Are my calculations correct for the resistors attached to this opto-isolator?

Question

I am creating a circuit for an automotive application which will take 3 buttons from the stalk as 3 inputs. Now I have measured these buttons and they are active low and output a constant 12v (ish) when not pressed.

I am using an STM32F4 MCU to read the button presses and I realise that I need to drop the voltage of the buttons to 5V max prior to the digital IO pins of the MCU. After looking online I came across the idea of using an opto-isolator and because of PCB constraints I wish to use one which comes ready made in a SOIC package with 3/4 channels.

Now I see there are many available and so far I have determined I will use a transistor based one as it is a good middle ground and I don't need to deal with fast switching.

But I am confused as to how to choose one exactly as there are so many available. My requirements are:

1. relatively low cost (up to £2)
2. SOIC package
3. triple/quad channel
4. suitable for automotive voltages, 12V (possibly fluctuating a bit)

I am considering using the Toshiba TLP290-4 opto-isolator, which has a min CTR of 50%.

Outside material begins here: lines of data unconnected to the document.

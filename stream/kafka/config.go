package kafka

import (
	"crypto/tls"
	"crypto/x509"
	"errors"
	"fmt"
	"net"
	"os"
	"regexp"
	"slices"
	"time"

	"github.com/segmentio/kafka-go/sasl"
	"github.com/segmentio/kafka-go/sasl/plain"
	"go.uber.org/zap"
)

// Config says which topics of which cluster are read, and how.
type Config struct {
	Brokers  []string // "host:port" (port 9092 if left out); any of them leads to the whole cluster
	Topics   []string // each with all its partitions
	Group    string   // whose committed offsets Commit writes; "" commits nothing
	From     From     // where a partition begins of which nothing is known
	TLS      *TLS     // nil: plain connections
	SASL     *SASL    // nil: no authentication
	ClientID string   // as brokers log it; "stillwell" if empty
	Log      *zap.Logger

	MaxWait        time.Duration // how long a broker may hold an empty fetch: 10ms to 500ms; 0 is 500ms
	MaxBytes       int           // of one fetch, as it travels: 1 KiB to 256 MiB; 0 is 1 MiB. A larger batch still comes
	DialTimeout    time.Duration // for connecting, TLS and SASL together; 0 is 10s
	RequestTimeout time.Duration // for an answer, after MaxWait; 0 is 15s
	Refresh        time.Duration // how often new partitions are looked for; 0 is 10s

	longPause time.Duration // between attempts, at most; 0 is 5s. Tests have less patience.
}

// TLS is how a broker is recognised, and how it recognises us. The zero value trusts the system's authorities.
type TLS struct {
	CAFile     string // PEM; replaces the system's authorities
	CertFile   string // PEM, with KeyFile: a client certificate
	KeyFile    string
	ServerName string // "": the host as dialled
}

// SASL is a name and a password. The password is never logged.
type SASL struct {
	Mechanism string // plain, scram-sha-256 or scram-sha-512
	User      string
	Password  string
}

// From is the place to begin at where no position is known. The zero value is Earliest.
type From struct {
	latest bool
	at     time.Time
}

// Earliest begins at the first message that is still there.
func Earliest() From { return From{} }

// Latest begins after the last message that is there.
func Latest() From { return From{latest: true} }

// At begins at the first message with a timestamp of t or later; after the last one if there is none.
func At(t time.Time) From { return From{at: t} }

func (f From) String() string {
	switch {
	case f.latest:
		return "latest"
	case !f.at.IsZero():
		return f.at.UTC().Format(time.RFC3339Nano)
	}
	return "earliest"
}

// Timestamps with a meaning of their own in a ListOffsets request.
const (
	atLatest   = -1
	atEarliest = -2
)

// stamp is the place in the terms of a ListOffsets request.
func (f From) stamp() int64 {
	switch {
	case f.latest:
		return atLatest
	case !f.at.IsZero():
		return max(f.at.UnixMilli(), 0)
	}
	return atEarliest
}

func (c Config) withDefaults() Config {
	c.Brokers = slices.Clone(c.Brokers)
	for i, b := range c.Brokers {
		if _, _, err := net.SplitHostPort(b); err != nil && b != "" {
			c.Brokers[i] = net.JoinHostPort(b, "9092")
		}
	}
	setDefault(&c.ClientID, "stillwell")
	setDefault(&c.MaxWait, 500*time.Millisecond)
	setDefault(&c.MaxBytes, 1<<20)
	setDefault(&c.DialTimeout, 10*time.Second)
	setDefault(&c.RequestTimeout, 15*time.Second)
	setDefault(&c.Refresh, 10*time.Second)
	setDefault(&c.longPause, 5*time.Second)
	if c.Log == nil {
		c.Log = zap.NewNop()
	}
	return c
}

func setDefault[T comparable](v *T, to T) {
	var zero T
	if *v == zero {
		*v = to
	}
}

var topicName = regexp.MustCompile(`^[a-zA-Z0-9._-]{1,249}$`)

// check finds everything that is wrong, and changes nothing.
func (c Config) check() error {
	var errs []error
	bad := func(format string, a ...any) { errs = append(errs, fmt.Errorf("kafka: "+format, a...)) }

	if len(c.Brokers) == 0 {
		bad("brokers: none given, want at least one host:port")
	}
	for i, b := range c.Brokers {
		if host, port, err := net.SplitHostPort(b); err != nil || host == "" || port == "" {
			bad("brokers[%d]: got %q, want host:port", i, b)
		}
	}
	if len(c.Topics) == 0 {
		bad("topics: none given, want at least one")
	}
	for i, t := range c.Topics {
		switch {
		case !topicName.MatchString(t) || t == "." || t == "..":
			bad("topics[%d]: got %q, want 1 to 249 letters, digits, '.', '_' or '-'", i, t)
		case slices.Index(c.Topics, t) < i:
			bad("topics[%d]: %q is given twice", i, t)
		}
	}
	if c.MaxWait < 10*time.Millisecond || c.MaxWait > 500*time.Millisecond {
		bad("max wait: got %v, want 10ms to 500ms", c.MaxWait)
	}
	if c.MaxBytes < 1<<10 || c.MaxBytes > 256<<20 {
		bad("max bytes: got %d, want 1 KiB to 256 MiB", c.MaxBytes)
	}
	positive := func(name string, d time.Duration) {
		if d <= 0 {
			bad("%s: got %v, want more than 0", name, d)
		}
	}
	positive("dial timeout", c.DialTimeout)
	positive("request timeout", c.RequestTimeout)
	positive("refresh", c.Refresh)
	if c.SASL != nil {
		if _, err := c.SASL.mechanism(); err != nil {
			errs = append(errs, err)
		}
	}
	return errors.Join(errs...)
}

// mechanism is the SASL exchange asked for.
func (s *SASL) mechanism() (sasl.Mechanism, error) {
	if s.User == "" {
		return nil, errors.New("kafka: sasl: the user is empty")
	}
	switch s.Mechanism {
	case "plain":
		return plain.Mechanism{Username: s.User, Password: s.Password}, nil
	case "scram-sha-256":
		return scram{name: "SCRAM-SHA-256", hash: sha256Hash, user: s.User, password: s.Password}, nil
	case "scram-sha-512":
		return scram{name: "SCRAM-SHA-512", hash: sha512Hash, user: s.User, password: s.Password}, nil
	}
	return nil, fmt.Errorf("kafka: sasl: mechanism: got %q, want plain, scram-sha-256 or scram-sha-512", s.Mechanism)
}

// load reads the files named.
func (t *TLS) load() (*tls.Config, error) {
	out := &tls.Config{ServerName: t.ServerName, MinVersion: tls.VersionTLS12}
	if t.CAFile != "" {
		pem, err := os.ReadFile(t.CAFile)
		if err != nil {
			return nil, fmt.Errorf("kafka: tls: authorities: %w", err)
		}
		out.RootCAs = x509.NewCertPool()
		if !out.RootCAs.AppendCertsFromPEM(pem) {
			return nil, fmt.Errorf("kafka: tls: %s holds no certificate in PEM form", t.CAFile)
		}
	}
	if (t.CertFile == "") != (t.KeyFile == "") {
		return nil, errors.New("kafka: tls: a client certificate needs both its certificate file and its key file")
	}
	if t.CertFile != "" {
		pair, err := tls.LoadX509KeyPair(t.CertFile, t.KeyFile)
		if err != nil {
			return nil, fmt.Errorf("kafka: tls: client certificate %s with key %s: %w", t.CertFile, t.KeyFile, err)
		}
		out.Certificates = []tls.Certificate{pair}
	}
	return out, nil
}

So by following the advice here: https://electronics.stackexchange.com/a/43502/148565

And considering the schematic (Just the forward voltage scenario, if I am not mistaken, this opto-isolator can handle reverse also):

^{simulate this circuit – Schematic created using CircuitLab}

I calculate that given a 10mA input current through R1 and D1, and the given 1.2V typical drop across D1 according to the datasheet, then R1 = V_R1 / I = 1.08kΩ, so 1.2kΩ should do.

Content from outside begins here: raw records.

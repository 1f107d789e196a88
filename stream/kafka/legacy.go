package kafka

import (
	"encoding/binary"
	"hash/crc32"
)

// Layout of a message of the formats before Kafka 0.11 (magic 0, without a timestamp, and 1), in bytes from
// its start. Such messages still lie in topics that are older than that and keep everything.
const (
	atOldCRC   = 12
	atOldAttrs = 17
	atOldBody  = 18 // magic 0; 8 bytes of timestamp lie before it in magic 1
)

// legacy decodes the message at data[i:stop], with the messages packed inside it if it is compressed.
func (d *decoder) legacy(offset int64, i, stop int) error {
	m, err := d.oldMessage(i, stop)
	if err != nil {
		return err
	}
	if m.codec == 0 {
		d.add(offset, m.start, m.end, m.stamps.of(0))
		return nil
	}
	if offset < d.next {
		return nil
	}
	at, stop, err := d.unpack(m.codec, m.start, m.end)
	if err != nil {
		return err
	}
	// In format 1 the wrapper has the offset of the last message inside, and those count from the first.
	shift := int64(0)
	if m.magic == 1 {
		last := int64(0)
		for j := at; stop-j >= prefix; {
			last = d.int64(j)
			size := d.int32(j + atLength)
			if size < 0 || size > stop-j-prefix {
				return errRecord
			}
			j += prefix + size
		}
		shift = offset - last
	}
	for stop-at >= prefix {
		inner, size := d.int64(at), d.int32(at+atLength)
		if size < 0 || size > stop-at-prefix {
			return errRecord
		}
		in, err := d.oldMessage(at, at+prefix+size)
		if err != nil {
			return err
		}
		if in.codec != 0 {
			return errRecord // no broker packs twice
		}
		if m.stamps.fixed {
			in.stamps = m.stamps
		}
		if o := inner + shift; o <= offset {
			d.add(o, in.start, in.end, in.stamps.of(0))
		}
		at += prefix + size
	}
	return nil
}

// oldMessage is one message of an old format: its value is data[start:end].
type oldMessage struct {
	magic, codec int
	stamps       stamps
	start, end   int
}

func (d *decoder) oldMessage(i, stop int) (m oldMessage, err error) {
	if stop-i < atOldBody {
		return m, errRecord
	}
	if crc32.ChecksumIEEE(d.data[i+atMagic:stop]) != binary.BigEndian.Uint32(d.data[i+atOldCRC:]) {
		return m, errChecksum
	}
	m.magic = int(d.data[i+atMagic])
	attributes := d.data[i+atOldAttrs]
	m.codec = int(attributes & codecBits)
	c := cursor{b: d.data[:stop], i: i + atOldBody}
	m.stamps.base = -1
	if m.magic == 1 {
		m.stamps = stamps{base: c.int64(), fixed: attributes&appendTimeBit != 0}
	}
	c.take(max(int(c.int32()), 0)) // key
	size := max(int(c.int32()), 0)
	m.start, m.end = c.i, c.i+size
	if c.take(size); c.short || m.magic > 1 {
		return m, errRecord
	}
	return m, nil
}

Then given the minimum CTR of 50%, at a 10mA input current, the output current would be 5mA. Therefore, assuming the 3.3V dropped across R2, R2 = V_R2 / I = 330Ω.

So the question is, are my calculations correct and will the proposed circuit be safe for use under these conditions?

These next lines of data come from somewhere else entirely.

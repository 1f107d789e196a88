package influence

import (
	"fmt"
	"math"
)

// Role says in which capacity an arm's units take part in an effect.
type Role uint8

const (
	One  Role = iota // the arm, or the one compared with the baseline
	Zero             // the baseline
	Rest             // any other arm, whose covariates count in an adjusted effect
)

// contrast says how the value in one arm is set against the baseline's.
type contrast uint8

const (
	single contrast = iota
	difference
	relative
)

// An Effect is an estimate evaluated in one arm, or compared between two. It refers to
// the arms, which must not change while it is in use; methods do not change it.
type Effect struct {
	estimate Estimate
	contrast contrast
	arms     [2]*Arm // Zero is nil without contrast
	at       [2]float64

	value   float64
	grad    linear     // of the value in the arms' means
	own     [2]float64 // variance that stems from each arm's units
	pooled  float64    // and from the covariates' mean
	se      float64
	freedom float64
	why     string // why there can be no interval, ever, from these numbers; "" if there can
	null    null
}

// linear is a linear functional of the arms' means: its weights in each, nil for
// none.
type linear [2][]float64

// Single evaluates an estimate in one arm.
func Single(f Estimate, arm *Arm) *Effect { return newEffect(f, single, arm, nil) }

// Difference compares by f(one) - f(zero).
func Difference(f Estimate, one, zero *Arm) *Effect { return newEffect(f, difference, one, zero) }

// Relative compares by f(one) / f(zero) - 1.
func Relative(f Estimate, one, zero *Arm) *Effect { return newEffect(f, relative, one, zero) }

func newEffect(f Estimate, contrast contrast, one, zero *Arm) *Effect {
	e := &Effect{estimate: f, contrast: contrast, arms: [2]*Arm{one, zero}}
	for role, arm := range e.arms {
		if arm != nil {
			e.grad[role] = make([]float64, len(arm.Mean))
			e.at[role] = f.Of.Gradient(arm.Mean, e.grad[role])
		}
	}
	e.null = e.newNull() // before the gradient becomes the contrast's
	one1, zero0 := e.at[One], e.at[Zero]
	switch contrast {
	case single:
		e.value = one1
	case difference:
		e.value = one1 - zero0
		scale(e.grad[Zero], -1)
	case relative:
		e.value = one1/zero0 - 1
		scale(e.grad[One], 1/zero0)
		scale(e.grad[Zero], -one1/(zero0*zero0))
	}
	e.own, e.pooled = e.variance(e.grad)
	v := e.own[One] + e.own[Zero] + e.pooled
	e.se = math.Sqrt(v)
	e.freedom = e.welch(v)
	e.why = e.fault()
	return e
}

func scale(x []float64, by float64) {
	for i := range x {
		x[i] *= by
	}
}

// welch returns the degrees of freedom of a sum of independent variance estimates.
//
//	source  Welch 1947, Biometrika 34:28; Satterthwaite 1946, Biometrics Bull. 2:110
func (e *Effect) welch(v float64) float64 {
	var sum float64
	for role, arm := range e.arms {
		if arm != nil && e.own[role] > 0 {
			sum += e.own[role] * e.own[role] / arm.Freedom
		}
	}
	if e.pooled > 0 {
		sum += e.pooled * e.pooled / float64(e.pool().Units-1)
	}
	return v * v / sum
}

// fault says why no interval can come of the effect.
func (e *Effect) fault() string {
	for _, arm := range e.arms {
		if arm != nil && arm.Why != "" {
			return arm.Why
		}
		if arm != nil && !(arm.Freedom > 0) {
			return fmt.Sprintf("too few units%s for a variance: %d", in(arm), arm.Units)
		}
	}
	switch {
	case math.IsNaN(e.value) || math.IsInf(e.value, 0):
		return "the estimate is not a finite number: a denominator is zero"
	case math.IsNaN(e.se) || math.IsInf(e.se, 0):
		return "the standard error is not a finite number"
	case e.se == 0:
		return "all units have the same influence: that is no information about the error"
	}
	return e.null.why
}

// in names an arm in a message.
func in(a *Arm) string {
	if a.Name == "" {
		return ""
	}
	return " in arm " + a.Name
}

// Value returns the estimate; it may be no finite number where a denominator is zero.
func (e *Effect) Value() float64 { return e.value }

// StdError returns the standard error of Value by its gradient, a description that
// is symmetric by nature; the interval need not be Value plus and minus a multiple.
func (e *Effect) StdError() float64 { return e.se }

// Freedom returns the degrees of freedom of StdError, by Welch and Satterthwaite.
func (e *Effect) Freedom() float64 { return e.freedom }

// Why says why these numbers allow no interval and no test; "" where they do.
func (e *Effect) Why() string { return e.why }

func (e *Effect) pool() *Pool { return e.arms[One].Pool }

// variance returns the variance of a linear functional of the means: from each arm's
// own units, and from the covariates' mean.
func (e *Effect) variance(f linear) (own [2]float64, pooled float64) {
	for role, arm := range e.arms {
		if f[role] != nil {
			own[role] = arm.form(f[role], f[role])
		}
	}
	if p := e.pool(); p != nil {
		h := e.carried(f)
		pooled = form(p.Co, h, h) / p.divisor()
	}
	return own, pooled
}

// covariance returns that of two linear functionals of the means.
func (e *Effect) covariance(f, g linear) float64 {
	var sum float64
	for role, arm := range e.arms {
		if f[role] != nil && g[role] != nil {
			sum += arm.form(f[role], g[role])
		}
	}
	if p := e.pool(); p != nil {
		sum += form(p.Co, e.carried(f), e.carried(g)) / p.divisor()
	}
	return sum
}

// carried returns the weights that a linear functional of adjusted means has, by the
// slopes, in the mean of each covariate.
func (e *Effect) carried(f linear) []float64 {
	h := make([]float64, len(e.pool().Mean))
	for role, arm := range e.arms {
		k := len(f[role])
		for i := range h {
			for j, x := range f[role] {
				h[i] += arm.Slopes[i*k+j] * x
			}
		}
	}
	return h
}

func (p *Pool) divisor() float64 { return float64(p.Units) * float64(p.Units-1) }

// form returns f' C g. What lies below the rounding of its terms is zero: scores in
// fixed proportion leave a ratio without error, not with a tiny one.
func form(c, f, g []float64) float64 {
	var sum, size float64
	for i, x := range f {
		if x == 0 {
			continue
		}
		for j, y := range g {
			term := float64(float64(x*y) * c[i*len(f)+j])
			sum += term
			size += math.Abs(term)
		}
	}
	if math.Abs(sum) <= 0x1p-49*size {
		return 0
	}
	return sum
}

And as an aside, how would I go about inverting the output in terms of the switching, Do I just tie R2 to GND instead of 3.3V?

Answer 1

You need to start from the load you're trying to drive, then work backwards to what you need to take from the source, then adjust your results for the min/max limits of any of your components.

You don't specify your particular STM32F4 microcontroller (MCU), nor the maximum current you can take from your 12 V.

The load on your circuit is the input leakage current of an I/O pin when configured as an input. You need to find this in your MCU data sheet. A typical figure for these devices is +/- 1 uA. Your inputs need 0.7 x Vdd to Vdd to detect a logic high and GND to 0.3 x Vdd to detect logic low, again typical figures and being 0..1 V for a good low and 2.3..3.3 V for a good high.

You must also allow for the leakage current down the photo-transistor in your TLP290-4 opto-isolator when it's off, which you will find in the datasheet to be 0.1 uA max.

So your pull-up resistor can afford to drop 1 V across itself with 1.1 uA flowing through it and still be detected as logic high. That's about 909 K but with no margin for error and little resilience to noise.

Your Infra-Red LED (IRLED) has a transfer ratio of 50 % worst-case. Your datasheet also specifies the IRLED current, IF, with figures from 100 uA up in the graphs and example figures of 1 mA up in the tables for output saturated, with the max being 50 mA. In a noisy environment such as a car, you should draw a good-sized current from your signal source to be confident it is not triggered by noise. You had accepted 10 mA. Let's use 5 mA. This will drive the IRLED strongly but not hard. Transient overvoltages on your detection input can be almost 10x the normal 12 V before it'll get anywhere near the 50 mA max. so it's a well-protected input circuit.

So the IRLED series resistor is: (12 - 1.2) / 0.005 = 2160 (use 2K2)

With 5 mA through the IRLED, the photo-transistor Ice(max) can be taken as 2.5 mA. So the acceptable current range through the pull-up resistor is 1.1 uA to 2500 uA.

A 10 K resistor draws: (3.3 - 0.4) / 10000 = 290 uA

This is a good choice: a strong pull-up but still only 10%-odd of the maximum.

You can therefore also use the programmable internal pull-up resistors in your MCU, which the datasheet will tell you are equivalent to 30..50 K or 7..14 K.

In your calculations, you found the IRLED current stated as 10 mA in one place, worked out the current transfer ratio then tried to draw the maximum current you could from the output, rather than the current you need.

The other thing you need to observe is that the maximum reverse voltage that the IRLED in an opto-isolator can take is very often tiny by diode standards, something like -2..3 V being common. You would therefore need a diode connected across the IRLED that conducts when the IRLED is reverse-biased to protect it. The TLP290-4 has these built in so there is no need for an external diode.

^{simulate this circuit – Schematic created using CircuitLab}

So: use R1 = 2K2 for 5 mA IRLED current and R2 = 10K and you'll be fine with your microcontroller input pins.

You can invert the active state of the signal in your software for free, as well as get the pull-up resistors in your software for free.